In Louisville & Jefferson County Metro. Sewer Dist. v. T+C Contr., Inc., 570 S.W.3d 551, 561 (Ky. 2018), the court analyzed a construction contract that contained (1) provisions requiring that notice be provided by a certain deadline in order to preserve a contractor’s claim and (2) provisions that made an provided that an MSD employee was the final arbiter of a claim rather than a third party and that the decision of the MSD employee were final and binding without a right to appeal.  The parties agreed that the provisions preventing appeals to a third party were invalid under the Kentucky Fairness in Construction Act.  Id.  The court held that the provisions that required certain steps to preserve a claim were not null and void and enforced those steps.  Id. at 562.

As mentioned above, the Kentucky Supreme Court has recently declined to find that “pay-if-paid” provisions are against public policy. Superior Steel, Inc. v. Ascent at Roebling’s Bridge, LLC, Nos. 2015-SC-000204-DG, 2015-SC-000636-DG, 2015-SC-000635-DG, 2017 Ky. LEXIS 570, at *34-5 (Dec. 14, 2017).  However, the Sixth Circuit has been more reluctant to apply such provisions.  In Eagle Supply & Mfg., L.P. v. Bechtel Jacobs Co., LLC, 868 F.3d 423, 436 (6th Cir. 2017), the Court, applying Tennessee law, viewed  “pay-if-paid” provisions in a subcontract as being “practically” analogous to “pay-when-paid” provisions.  In making its decision, the Court referenced that Tennessee law disfavors such provisions and only enforces them when there “is clear language.” Id. To this end, the Court declined to enforce the “pay-if-paid” provisions because of their ambiguity. Id. at 437.  While Kentucky courts have found that similar provisions are not against public policy, Kentucky courts seemingly share sister states’ disapproval of ambiguous “pay-if-paid” provisions.  Thus, the holding in Eagle Supply & Mfg., L.P., further illustrates that these types of provisions should be drafted with clarity to avoid negative appellate scrutiny.   
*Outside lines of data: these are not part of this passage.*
/** System charge against the smallest served space (or connected group of spaces). */
export function checkRefrigerantConcentration(input: ConcentrationInput): ConcentrationResult {
  const system = input.system ?? 'imperial';
  const totalCharge = input.factoryCharge + input.fieldCharge;
  const mass = (kg: number): string => formatQuantity(kg, 'mass', system);
  const empty = { refrigerant: input.refrigerant, totalCharge, governing: null, groups: [] as SpaceGroupResult[], halvingSource: null };

  if (!Number.isFinite(totalCharge) || input.factoryCharge < 0 || input.fieldCharge < 0) {
    return { ...empty, status: 'invalid', pass: null, limit: null, message: 'Charges must be zero or more (factory and field-added, kg).' };
  }

  let limit: ConcentrationResult['limit'];
  if (input.override) {
    const o = input.override;
    if (!Number.isFinite(o.value) || o.value <= 0 || o.source.trim() === '') {
      return { ...empty, status: 'invalid', pass: null, limit: null, message: 'An entered concentration limit needs a value above zero and its source.' };
    }
    limit = { value: o.value, unit: o.unit, density: limitDensity(o.value, o.unit), source: `Job entry: ${o.source}` };
  } else {
    const stored = pickConcentrationLimit(input.refrigerant, input.editions);
    if (!stored) {
      const anyStored = CONCENTRATION_LIMITS.some((l) => l.refrigerant === input.refrigerant);
      return {
        ...empty,
        status: 'limit_not_set',
        pass: null,
        limit: null,
        message: anyStored
          ? `No ${input.refrigerant} concentration limit is stored for the chosen edition: the job must enter the limit with its source (document, edition, table).`
          : `No confirmed published concentration limit for ${input.refrigerant} is stored: the job must enter the limit with its source (document, edition, table).`,
      };
    }
    const ed = input.editions?.[stored.document] ?? DEFAULT_EDITIONS[stored.document];
    const unit: LimitUnit = system === 'imperial' ? 'lb/Mcf' : 'g/m³';
    const value = unit === 'lb/Mcf' ? stored.lbPerMcf : stored.gPerM3;
    limit = {
      value,
      unit,
      density: limitDensity(value, unit),
      source: `${stored.document} ${ed} ${stored.section}`,
      provenance: stored.provenance,
      alsoPrintedIn: (stored.alsoPrintedIn ?? []).map((a) => `${a.document} ${a.section} (${a.provenance})`),
    };
  }

  const served = new Set(input.servedSpaceIds);
  const byId = new Map(input.spaces.map((s) => [s.id, s]));
  const missing = [...served].filter((id) => !byId.has(id));
  if (served.size === 0 || missing.length > 0) {
    return {
      ...empty,
      status: 'invalid',
      pass: null,
      limit,
      message: served.size === 0 ? 'The system serves no spaces: assign its units to spaces.' : `Unknown served space(s): ${missing.join(', ')}.`,
    };
  }
  const noVolume = input.spaces.filter((s) => spaceVolume(s) === null).map((s) => s.name ?? s.id);
  if (noVolume.length > 0) {
    return { ...empty, status: 'invalid', pass: null, limit, message: `Space(s) without a volume (floor area and ceiling height): ${noVolume.join(', ')}.` };
  }

  const groups: SpaceGroupResult[] = [];
  for (const ids of groupConnectedSpaces(input.spaces.map((s) => s.id), input.openings ?? [])) {
    if (!ids.some((id) => served.has(id))) continue;
    const spaces = ids.map((id) => byId.get(id)).filter((s): s is ConcentrationSpace => s !== undefined);
    const volume = spaces.reduce((sum, s) => sum + (spaceVolume(s) ?? 0), 0);
    const areas = spaces.map((s) => s.floorArea);
    const floorArea = areas.every((a): a is number => a !== undefined && a > 0) ? areas.reduce((x, y) => x + y, 0) : null;
    const ceilingHeight = floorArea ? (volume / floorArea) * 1000 : null;
    const institutional = spaces.some((s) => s.institutional === true);
    const density = institutional ? limit.density * INSTITUTIONAL_HALVING.factor : limit.density;
    const allowedCharge = density * volume;
    const requiredVolume = totalCharge / density;
    groups.push({
      spaceIds: ids,
      names: spaces.map((s) => s.name ?? s.id),
      volume,
      floorArea,
      ceilingHeight,
      institutional,
      limitDensity: density,
      allowedCharge,
      requiredVolume,
      requiredFloorArea: ceilingHeight ? requiredVolume / (ceilingHeight / 1000) : null,
      pass: roundToResolution(allowedCharge - totalCharge) >= 0,
    });
  }
  const governing = groups.reduce<SpaceGroupResult | null>((g, x) => (g === null || x.allowedCharge < g.allowedCharge ? x : g), null);
  if (!governing) {
    return { ...empty, status: 'invalid', pass: null, limit, message: 'No served space found.' };
  }
  const pass = governing.pass;
  const where = governing.names.join(' + ');
  const half = governing.institutional ? ` (halved: institutional occupancy, ${INSTITUTIONAL_HALVING.text})` : '';
  const need = governing.requiredFloorArea !== null
    ? ` It would need ${formatQuantity(governing.requiredVolume, 'volume', system)}, i.e. ${formatQuantity(governing.requiredFloorArea, 'area', system)} of floor at its ${formatQuantity(governing.ceilingHeight ?? 0, 'length', system)} ceiling.`
    : ` It would need ${formatQuantity(governing.requiredVolume, 'volume', system)}.`;
  const message = pass
    ? `${input.refrigerant} ${mass(totalCharge)} is within the ${mass(governing.allowedCharge)} that ${where} (${formatQuantity(governing.volume, 'volume', system)}) allows at ${limit.value} ${limit.unit}${half} (${limit.source}).`
    : `${input.refrigerant} ${mass(totalCharge)} exceeds the ${mass(governing.allowedCharge)} that ${where} (${formatQuantity(governing.volume, 'volume', system)}) allows at ${limit.value} ${limit.unit}${half} (${limit.source}).${need}`;
  const halvingSource = governing.institutional ? INSTITUTIONAL_HALVING.text : null;
  return { status: pass ? 'pass' : 'fail', pass, refrigerant: input.refrigerant, totalCharge, limit, governing, groups, message, halvingSource };
}
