/**
 * Units: indoor units known by their tag (unique within the job).
 * GET    /jobs/:jobId/units?levelId&spaceId&systemId&kind&q&limit&cursor   all roles
 * GET    /jobs/:jobId/units.csv?levelId&spaceId&systemId&kind&q            all roles; the register as CSV
 * POST   /jobs/:jobId/units                                                 GC manager (Idempotency-Key)
 * POST   /jobs/:jobId/units/import                                          GC manager; CSV (text/csv or JSON {csv, mapping, dryRun,
 *                                                                           kindValues, createPlaces, removeMissing, fileName})
 * GET    /jobs/:jobId/units/imports                                         GC manager; the last 20 imports, each with whether it can be undone
 * POST   /jobs/:jobId/units/imports/:importId/undo                          GC manager; 409 while a unit has a check or finding
 * POST   /jobs/:jobId/units/delete { unitIds }                              GC manager; all or none, same rule
 * GET    /jobs/:jobId/units/:unitId                                         all roles
 * PATCH  /jobs/:jobId/units/:unitId                                         GC manager (If-Match); also pinX/pinY (plan pin)
 * DELETE /jobs/:jobId/units/:unitId                                         GC manager (If-Match)
 * PUT    /jobs/:jobId/units/:unitId/ceiling-exclusion { reason }           GC manager (If-Match); excluded from the ceiling rule
 * DELETE /jobs/:jobId/units/:unitId/ceiling-exclusion                      GC manager (If-Match); counted again
 * Reads and writes: server/services/units.ts; the import: services/unitImport.ts.
 */
import express, { Router } from 'express';
import type { z } from 'zod';
import {
  bulkDeleteUnitsSchema,
  ceilingExclusionSchema,
  createUnitSchema,
  unitImportParamsSchema,
  undoImportSchema,
  unitListQuerySchema,
  unitParamsSchema,
  updateUnitSchema,
} from '../../shared/schemas/setup';
import { excludeFromCeilingRule, liftCeilingExclusion, type CeilingExclusionContext } from '../commands/ceilingExclusion';
import { valid, validate } from '../middleware/validate';
import { policy } from '../policies';
import { presentUnit } from '../presenters/unit';
import { csvFileName, exportLimiter } from '../services/csvSafe';
import { idempotentWrite } from '../services/idempotency';
import { pageRequest } from '../services/paging';
import { inTransaction, setupWrite } from '../services/records';
import { exportUnits } from '../services/unitExport';
import { importRequestOf, importUnitsOrRefuse } from '../services/unitImport';
import { listImports, undoImport } from '../services/unitImportRecords';
import { changeUnit, createUnit, deleteUnit, deleteUnits, listUnits, loadUnit, unitsForExport } from '../services/units';
import { setEtag } from '../services/versioning';

/** The context of the ceiling-exclusion commands from a GC manager's request. */
function exclusionContext(req: express.Request, transaction: CeilingExclusionContext['transaction']): CeilingExclusionContext {
  return { ...setupWrite(req, transaction), actor: { id: req.user!.id, name: req.user!.name }, clock: () => new Date() };
}

const IMPORT_BODY_LIMIT = '3mb';

/**
 * Body parsers for the import route, mounted in app.ts BEFORE the API-wide JSON parser (100 kB):
 * a schedule of 5,000 rows is larger than that. text/csv arrives as bytes (decoded strictly as UTF-8).
 */
export function unitImportBodyParsers(): Router {
  const router = Router();
  // router.use (not .post): middleware, not a route; the route itself declares its policy below.
  router.use(
    '/jobs/:jobId/units/import',
    express.json({ limit: IMPORT_BODY_LIMIT, strict: true }),
    express.raw({ type: 'text/csv', limit: IMPORT_BODY_LIMIT }),
  );
  return router;
}

export function unitsRouter(): Router {
  const router = Router();

  router.get('/jobs/:jobId/units', policy.jobMember(), validate({ query: unitListQuerySchema }), async (req, res) => {
    const query = valid<z.infer<typeof unitListQuerySchema>>(req.valid.query);
    const page = pageRequest(req, { sort: 'tag', value: 'text' });
    res.json(await listUnits(req.membership!.job.id, query, page));
  });

  // The register's filters apply (limit and cursor are ignored: the export holds every matching unit).
  router.get('/jobs/:jobId/units.csv', policy.jobMember(), exportLimiter(), validate({ query: unitListQuerySchema }), async (req, res) => {
    const job = req.membership!.job;
    const query = valid<z.infer<typeof unitListQuerySchema>>(req.valid.query);
    await exportUnits(res, await unitsForExport(job.id, query), job.unitSystem, csvFileName('units', job.number));
  });

  router.post('/jobs/:jobId/units', policy.jobMember(['gc_manager']), validate({ body: createUnitSchema }), async (req, res) => {
    const body = valid<z.infer<typeof createUnitSchema>>(req.valid.body);
    await idempotentWrite(req, res, async (transaction) => {
      const unit = await createUnit(setupWrite(req, transaction), body);
      setEtag(res, unit.version);
      return { status: 201, body: presentUnit(unit) };
    });
  });

  // Two body forms (text/csv or JSON), so the shared schemas are applied by importRequestOf, not validate().
  router.post('/jobs/:jobId/units/import', policy.jobMember(['gc_manager']), async (req, res) => {
    const options = importRequestOf(req.body, req.query);
    await idempotentWrite(req, res, async (transaction) => {
      const report = await importUnitsOrRefuse({ jobId: req.membership!.job.id, actorId: req.user!.id, transaction }, options);
      return { status: report.committed ? 201 : 200, body: report };
    });
  });

  router.get('/jobs/:jobId/units/imports', policy.jobMember(['gc_manager']), async (req, res) => {
    res.json({ items: await listImports(req.membership!.job.id) });
  });

  router.post('/jobs/:jobId/units/imports/:importId/undo', policy.jobMember(['gc_manager']), validate({ params: unitImportParamsSchema, body: undoImportSchema }), async (req, res) => {
    const { importId } = valid<z.infer<typeof unitImportParamsSchema>>(req.valid.params);
    await idempotentWrite(req, res, async (transaction) => ({
      status: 200,
      body: await undoImport({ jobId: req.membership!.job.id, actorId: req.user!.id, transaction }, importId),
    }));
  });

  // All or none; a unit with a check or a finding refuses the delete (409 units_in_use).
  router.post('/jobs/:jobId/units/delete', policy.jobMember(['gc_manager']), validate({ body: bulkDeleteUnitsSchema }), async (req, res) => {
    const { unitIds } = valid<z.infer<typeof bulkDeleteUnitsSchema>>(req.valid.body);
    await idempotentWrite(req, res, async (transaction) => ({ status: 200, body: await deleteUnits(setupWrite(req, transaction), unitIds) }));
  });

  router.get('/jobs/:jobId/units/:unitId', policy.jobMember(), validate({ params: unitParamsSchema }), async (req, res) => {
    const { unitId } = valid<z.infer<typeof unitParamsSchema>>(req.valid.params);
    const unit = await loadUnit(req.membership!.job.id, unitId);
    setEtag(res, unit.version);
    res.json(presentUnit(unit));
  });

  router.patch(
    '/jobs/:jobId/units/:unitId',
    policy.jobMember(['gc_manager']),
    validate({ params: unitParamsSchema, body: updateUnitSchema }),
    async (req, res) => {
      const { unitId } = valid<z.infer<typeof unitParamsSchema>>(req.valid.params);
      const body = valid<z.infer<typeof updateUnitSchema>>(req.valid.body);
      const unit = await inTransaction(req, (transaction) => changeUnit(setupWrite(req, transaction), unitId, body, req.user!.id));
      setEtag(res, unit.version);
      res.json(presentUnit(unit));
    },
  );

  router.delete('/jobs/:jobId/units/:unitId', policy.jobMember(['gc_manager']), validate({ params: unitParamsSchema }), async (req, res) => {
    const { unitId } = valid<z.infer<typeof unitParamsSchema>>(req.valid.params);
    await inTransaction(req, (transaction) => deleteUnit(setupWrite(req, transaction), unitId));
    res.status(204).end();
  });

  router.put(
    '/jobs/:jobId/units/:unitId/ceiling-exclusion',
    policy.jobMember(['gc_manager']),
    validate({ params: unitParamsSchema, body: ceilingExclusionSchema }),
    async (req, res) => {
      const { unitId } = valid<z.infer<typeof unitParamsSchema>>(req.valid.params);
      const { reason } = valid<z.infer<typeof ceilingExclusionSchema>>(req.valid.body);
      const result = await inTransaction(req, (transaction) => excludeFromCeilingRule(exclusionContext(req, transaction), unitId, reason));
      setEtag(res, result.version);
      res.json(result);
    },
  );

  router.delete('/jobs/:jobId/units/:unitId/ceiling-exclusion', policy.jobMember(['gc_manager']), validate({ params: unitParamsSchema }), async (req, res) => {
    const { unitId } = valid<z.infer<typeof unitParamsSchema>>(req.valid.params);
    const result = await inTransaction(req, (transaction) => liftCeilingExclusion(exclusionContext(req, transaction), unitId));
    setEtag(res, result.version);
    res.json(result);
  });

  return router;
}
Kentucky federal courts have also refused to apply the economic loss rule to construction contract cases, stating that the Giddings & Lewis case (discussed in Section VIII(e)) was limited to claims related to the sale of products, not services.  Kamps, Inc. v. Mustang Aviation, Inc., No. 5:18-CV-430-REW, 2018 U.S. Dist. LEXIS 215681, *5-7 (E.D. Ky. Dec. 20, 2018); NS Transp. Brokerage Corp. v. Louisville Sealcoat Ventures, LLC, No. 3:12-CV-00766-JHM, 2015 U.S. Dist. LEXIS 28314, at *7, 13 (W.D. Ky. March 9, 2015).  This is despite the unpublished decision of the Kentucky Court of Appeals in Cincinnati Ins. Cos. v. Staggs & Fisher Consulting Engineers, Inc., Nos. 2008-CA-002395-MR & 2009-CA-001123-MR, 2013 Ky. App.  Unpub. LEXIS 227 (Ky. App. March 15, 2013).  In that case the court held that tort claims brought by the insurer of a subcontractor hired by the construction general contractor against the design contractor and subcontractor were prohibited by the economic loss rule and required dismissal because there was no privity between the parties and there was no personal injury or damage to property other than the constructed facility itself.  Id. at *8-9.